A New Type of Adversarial Examples
This addresses security concerns for machine learning systems by revealing a broader vulnerability, though it appears incremental as it builds on existing adversarial example concepts.
The paper tackles the problem of adversarial examples in machine learning by introducing a new type where examples are significantly different from originals but yield the same model output, using algorithms like NI-FGSM and NMI-FGSM, and finds these examples are widely distributed in the sample space.

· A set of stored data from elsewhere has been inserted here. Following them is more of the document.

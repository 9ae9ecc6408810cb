import type { Knex } from "knex";
import { isPostgres } from "../connection";

/**
 * Idempotency keys of creating requests. A client sends `Idempotency-Key` with a create (a form makes
 * one when it opens and sends it with every submit and retry); the first answer is stored with the key
 * in the SAME transaction as the record, so a crash cannot commit the record without the key. A repeat
 * with the key gets the stored answer and writes nothing. Keys belong to one person; they expire after
 * a week (housekeeping).
 */

export interface StoredAnswer {
  method: string;
  path: string;
  requestHash: string;
  status: number;
  body: string;
  contentType: string;
}

/** How long a key is remembered. */
export const IDEMPOTENCY_KEY_DAYS = 7;

/** The stored answer for this person's key, if the key was used before. */
export async function findIdempotentAnswer(
  db: Knex | Knex.Transaction,
  opts: { userId: number; key: string },
): Promise<StoredAnswer | undefined> {
  const r = await db("idempotency_keys").where({ user_id: opts.userId, key: opts.key }).first();
  if (!r) return undefined;
  return {
    method: r.method,
    path: r.path,
    requestHash: r.request_hash,
    status: Number(r.status),
    body: r.response_body,
    contentType: r.content_type,
  };
}

/**
 * Makes concurrent requests with the same key wait for each other inside their write transactions,
 * so the second finds the first's answer instead of racing it. SQLite needs nothing: its write
 * transactions begin IMMEDIATE and run one at a time. PostgreSQL: a transaction-scoped advisory lock
 * on (person, hash of the key), released at commit or rollback.
 */
export async function lockIdempotencyKey(trx: Knex | Knex.Transaction, opts: { userId: number; key: string }): Promise<void> {
  if (isPostgres(trx)) await trx.raw("SELECT pg_advisory_xact_lock(?::int, hashtext(?))", [opts.userId, opts.key]);
}

/** Stores the first answer to a key; call it inside the transaction that wrote the record. */
export async function saveIdempotentAnswer(
  trx: Knex | Knex.Transaction,
  opts: { userId: number; organisationId: number; key: string; answer: StoredAnswer; now?: Date },
): Promise<void> {
  await trx("idempotency_keys").insert({
    user_id: opts.userId,
    organisation_id: opts.organisationId,
    key: opts.key,
    method: opts.answer.method,
    path: opts.answer.path.slice(0, 500),
    request_hash: opts.answer.requestHash,
    status: opts.answer.status,
    response_body: opts.answer.body,
    content_type: opts.answer.contentType.slice(0, 100),
    created_at: (opts.now ?? new Date()).toISOString(),
  });
}

/** True for a unique-constraint violation (SQLite or PostgreSQL): the same key committed meanwhile. */
export function isUniqueViolation(err: unknown): boolean {
  if (!err || typeof err !== "object" || !("code" in err)) return false;
  const code = String((err as { code: unknown }).code);
  return code === "SQLITE_CONSTRAINT_UNIQUE" || code === "SQLITE_CONSTRAINT_PRIMARYKEY" || code === "23505";
}

/** Forgets keys older than `IDEMPOTENCY_KEY_DAYS` (housekeeping). Returns how many went. */
export async function expireIdempotencyKeys(db: Knex, opts: { now?: Date; days?: number } = {}): Promise<number> {
  const now = opts.now ?? new Date();
  const before = new Date(now.getTime() - (opts.days ?? IDEMPOTENCY_KEY_DAYS) * 86_400_000).toISOString();
  return db("idempotency_keys").where("created_at", "<", before).delete();
}
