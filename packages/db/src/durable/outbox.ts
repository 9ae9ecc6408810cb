import type { Knex } from "knex";
import { enqueueTask } from "./tasks";

/**
 * The mail outbox. Every e-mail is a row here, written in the transaction of the change it reports,
 * with a `mail` task for the runner; the runner sends it, retrying with backoff while SMTP is down,
 * and marks it sent (and the in-app notification it belongs to as e-mailed). The owner's status page
 * lists what is still undelivered and why.
 */

export interface OutboxMail {
  id: number;
  organisationId: number | null;
  to: string;
  subject: string;
  text: string;
  html: string;
  notificationId: number | null;
  state: "queued" | "sent" | "failed";
  attempts: number;
  lastError: string | null;
  createdAt: string;
  sentAt: string | null;
}

// eslint-disable-next-line @typescript-eslint/no-explicit-any
function toMail(r: any): OutboxMail {
  return {
    id: Number(r.id),
    organisationId: r.organisation_id === null ? null : Number(r.organisation_id),
    to: r.to_address,
    subject: r.subject,
    text: r.text,
    html: r.html,
    notificationId: r.notification_id === null ? null : Number(r.notification_id),
    state: r.state,
    attempts: Number(r.attempts),
    lastError: r.last_error ?? null,
    createdAt: r.created_at,
    sentAt: r.sent_at ?? null,
  };
}

/** Attempts at one mail before it is given up (with a 15-minute cap on the backoff, about 11 hours). */
export const MAIL_MAX_ATTEMPTS = 50;

/** Queues one e-mail; call it inside the transaction of the change it reports. Returns the outbox id. */
export async function queueMail(
  db: Knex | Knex.Transaction,
  mail: {
    organisationId: number | null;
    to: string;
    subject: string;
    text: string;
    html: string;
    notificationId?: number | null;
    now?: Date;
  },
): Promise<number> {
  const at = (mail.now ?? new Date()).toISOString();
  const [row] = await db("mail_outbox")
    .insert({
      organisation_id: mail.organisationId,
      to_address: mail.to,
      subject: mail.subject.slice(0, 500),
      text: mail.text,
      html: mail.html,
      notification_id: mail.notificationId ?? null,
      state: "queued",
      attempts: 0,
      created_at: at,
    })
    .returning("id");
  const id = Number(typeof row === "object" ? (row as { id: number }).id : row);
  await enqueueTask(db, {
    kind: "mail",
    payload: { outboxId: id },
    uniqueKey: `mail:${id}`,
    organisationId: mail.organisationId,
    maxAttempts: MAIL_MAX_ATTEMPTS,
    now: mail.now,
  });
  return id;
}

/**
 * Sends one queued mail through `send` (the app's SMTP transport). Success marks it sent (and its
 * notification e-mailed); a failure records the reason and attempt and rethrows, so the task retries.
 */
export async function deliverOutboxMail(
  db: Knex,
  opts: { id: number; send: (mail: OutboxMail) => Promise<void>; now?: () => Date },
): Promise<"sent" | "already"> {
  const clock = opts.now ?? (() => new Date());
  const r = await db("mail_outbox").where({ id: opts.id }).first();
  if (!r) return "already";
  const mail = toMail(r);
  if (mail.state === "sent") return "already";
  try {
    await opts.send(mail);
  } catch (err) {
    const reason = err instanceof Error ? err.message : String(err);
    await db("mail_outbox")
      .where({ id: opts.id })
      .update({ attempts: mail.attempts + 1, last_error: reason.slice(0, 1000) });
    throw err;
  }
  const at = clock().toISOString();
  await db.transaction(async (trx) => {
    await trx("mail_outbox")
      .where({ id: opts.id })
      .update({ state: "sent", sent_at: at, attempts: mail.attempts + 1, last_error: null });
    if (mail.notificationId !== null)
      await trx("notifications").where({ id: mail.notificationId }).whereNull("emailed_at").update({ emailed_at: at });
  });
  return "sent";
}

/** The mail was given up: it stays in the outbox as failed, with its last reason. */
export async function markOutboxMailFailed(db: Knex, opts: { id: number; reason: string }): Promise<void> {
  await db("mail_outbox")
    .where({ id: opts.id })
    .whereNot("state", "sent")
    .update({ state: "failed", last_error: opts.reason.slice(0, 1000) });
}

/** Mail of an organisation not delivered yet (queued or failed), oldest first, for the status page. */
export async function listUndeliveredMail(db: Knex, opts: { organisationId: number; limit?: number }): Promise<OutboxMail[]> {
  const rows = await db("mail_outbox")
    .where({ organisation_id: opts.organisationId })
    .whereIn("state", ["queued", "failed"])
    .orderBy([{ column: "created_at" }, { column: "id" }])
    .limit(opts.limit ?? 100)
    .select("*");
  return rows.map(toMail);
}

/** Housekeeping: forgets sent mail older than `days`. */
export async function pruneSentMail(db: Knex, opts: { days?: number; now?: Date } = {}): Promise<number> {
  const before = new Date((opts.now ?? new Date()).getTime() - (opts.days ?? 30) * 86_400_000).toISOString();
  return db("mail_outbox").where({ state: "sent" }).where("sent_at", "<", before).delete();
}

/** The owner's "try again" for a mail given up: back to queued (its task is re-queued separately). */
export async function requeueOutboxMail(db: Knex, opts: { id: number }): Promise<void> {
  await db("mail_outbox").where({ id: opts.id, state: "failed" }).update({ state: "queued" });
}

Most machine learning models are vulnerable to adversarial examples, which poses security concerns on these models. Adversarial examples are crafted by applying subtle but intentionally worst-case modifications to examples from the dataset, leading the model to output a different answer from the original example. In this paper, adversarial examples are formed in an exactly opposite manner, which are significantly different from the original examples but result in the same answer. We propose a novel set of algorithms to produce such adversarial examples, including the negative iterative fast gradient sign method (NI-FGSM) and the negative iterative fast gradient method (NI-FGM), along with their momentum variants: the negative momentum iterative fast gradient sign method (NMI-FGSM) and the negative momentum iterative fast gradient method (NMI-FGM). Adversarial examples constructed by these methods could be used to perform an attack on machine learning systems in certain occasions. Moreover, our results show that the adversarial examples are not merely distributed in the neighbourhood of the examples from the dataset; instead, they are distributed extensively in the sample space.